═══ LISTED ENTRIES ═══

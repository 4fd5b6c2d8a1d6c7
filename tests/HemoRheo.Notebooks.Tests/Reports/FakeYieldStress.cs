namespace HemoRheo.Notebooks.Tests.Reports;

/// <summary>A quantity that is no viscosity.</summary>
internal sealed record FakeYieldStress() : Measurand("yield stress", "τ_y", ShownUnits.Millipascal, true);
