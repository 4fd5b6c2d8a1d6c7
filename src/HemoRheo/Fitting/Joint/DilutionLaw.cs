using System.Runtime.CompilerServices;

namespace HemoRheo;

/// <summary>
/// Quemada's law with hematocrit as a second predictor: stress = rate x plasma viscosity x (1 - k H/2)^-2 with k = (k0 + kinf s)/(1 + s), s = sqrt(rate / critical rate).
/// </summary>
/// <remarks>Source: Quemada 1978, Rheologica Acta 17:632-642.</remarks>
internal static class DilutionLaw
{
    public const string AtRest = "structure parameter at rest";

    private const string Name = "Quemada with hematocrit";

    /// <summary>A ratio r of Quemada's law of about 1e-4 at the highest hematocrit, as in his law of one curve.</summary>
    private const double WallShare = 5e-5;

    private const double InsideShare = 0.03;

    /// <summary>One law a hematocrit, with the same parameters: those of the cells stay below 2 / highest hematocrit, where blood would be solid.</summary>
    /// <param name="hematocrits">The hematocrits.</param>
    /// <param name="alone">Fits of Quemada's law to each curve, from which the parameters start.</param>
    public static FlowLaw[] Laws(IReadOnlyList<Hematocrit> hematocrits, IReadOnlyList<FittedLaw> alone)
    {
        var highest = 2 / hematocrits.Max(one => one.LiterPerLiter);
        var (rest, high, rate, plasma) = Starts(hematocrits, alone, highest);
        LawParameter[] parameters =
        [
            new(AtRest, "k_0", "1", 0, highest, rest),
            new("structure parameter at high shear", "k_∞", "1", 0, highest, high),
            new("critical rate", "γ_c", "1/s", Start: rate),
            new("plasma viscosity", "η_p", "Pa.s", Start: plasma),
        ];
        return [.. hematocrits.Select(one => FlowLaw.Custom(Name, new Formula(one.LiterPerLiter), parameters))];
    }

    /// <summary>The parameter at rest runs to its bound where the blood of the highest hematocrit has a yield stress.</summary>
    public static JointWall Wall(FlowLaw law)
    {
        var rest = law.Parameters[0];
        return new(rest.ToScaled(rest.Upper * (1 - WallShare)), double.PositiveInfinity, rest.ToScaled(rest.Upper * (1 - InsideShare)), "the law with a yield stress at the highest hematocrit");
    }

    /// <summary>The root of high-shear fluidity is a line in hematocrit, a (1 - kinf H/2) with a the root of plasma fluidity; the root of fluidity at rest, a (1 - k0 H/2), gives k0.</summary>
    private static (double AtRest, double AtHighShear, double Rate, double Plasma) Starts(IReadOnlyList<Hematocrit> hematocrits, IReadOnlyList<FittedLaw> alone, double highest)
    {
        int[] usable = [.. Enumerable.Range(0, alone.Count).Where(l => alone[l].Usable)];
        if (usable.Length < 2) return (0.9 * highest, 0.5 * highest, 3, 0.0012);
        double[] h = [.. usable.Select(l => hematocrits[l].LiterPerLiter)];
        double[] roots = [.. usable.Select(l => Math.Exp(-0.5 * alone[l].Scaled[0]))];
        var (meanH, meanRoot) = (h.Average(), roots.Average());
        var slope = h.Zip(roots, (x, y) => (x - meanH) * (y - meanRoot)).Sum() / h.Sum(x => (x - meanH) * (x - meanH));
        var rate = Math.Exp(usable.Average(l => alone[l].Scaled[1]));
        if (!(slope < 0)) return (0.9 * highest, 0.5 * highest, rate, 0.0012);
        var a = meanRoot - slope * meanH;
        var rest = usable.Select((l, j) => 2 * (1 - alone[l].Parameters[2].Estimate * roots[j] / a) / h[j]).Average();
        return (Inside(rest), Inside(-2 * slope / a), rate, 1 / (a * a));

        double Inside(double k) => Math.Clamp(k, 0.05 * highest, 0.98 * highest);
    }

    private readonly record struct Formula(double Hematocrit) : IFormula
    {
        [MethodImpl(MethodImplOptions.AggressiveInlining)]
        public T Stress<T>(T rate, ReadOnlySpan<T> p) where T : struct, ILawNumber<T>
        {
            var s = T.Sqrt(rate / p[2]);
            return rate * p[3] / T.Square(1 - 0.5 * Hematocrit * ((p[0] + p[1] * s) / (1 + s)));
        }
    }
}
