namespace HemoRheo;

/// <summary>One curve of a joint fit.</summary>
/// <param name="law">Its law.</param>
/// <param name="data">Its points with their error model.</param>
/// <param name="places">Column of each parameter of the law.</param>
/// <param name="contrast">Its loading factor, logarithm, as a sum over the columns of the factors; empty where there are none.</param>
internal sealed class JointCurve(FlowLaw law, CurveData data, int[] places, double[] contrast)
{
    private readonly LawOnPoints _model = new(law, data.Rates);

    /// <summary>Its law.</summary>
    public FlowLaw Law => law;

    /// <summary>Its points with their error model.</summary>
    public CurveData Data => data;

    /// <summary>Column of each parameter of the law.</summary>
    public int[] Places => places;

    /// <summary>Its loading factor, logarithm, as a sum over the columns of the factors; empty where there are none.</summary>
    public double[] Contrast => contrast;

    /// <summary>How many points.</summary>
    public int Points => data.Rates.Length;

    /// <summary>Stresses of its law and slopes to the law's own parameters, without the loading factor.</summary>
    public void Evaluate(ReadOnlySpan<double> own, Span<double> stresses, Span<double> slopes) => _model.Evaluate(own, stresses, slopes);
}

═══

Check each line of the records for "Notebooks" and copy the ones that contain it.

filename tests/HemoRheo.Notebooks.Tests/Reports/FakeYieldStress.cs
namespace HemoRheo.Notebooks.Tests.Reports;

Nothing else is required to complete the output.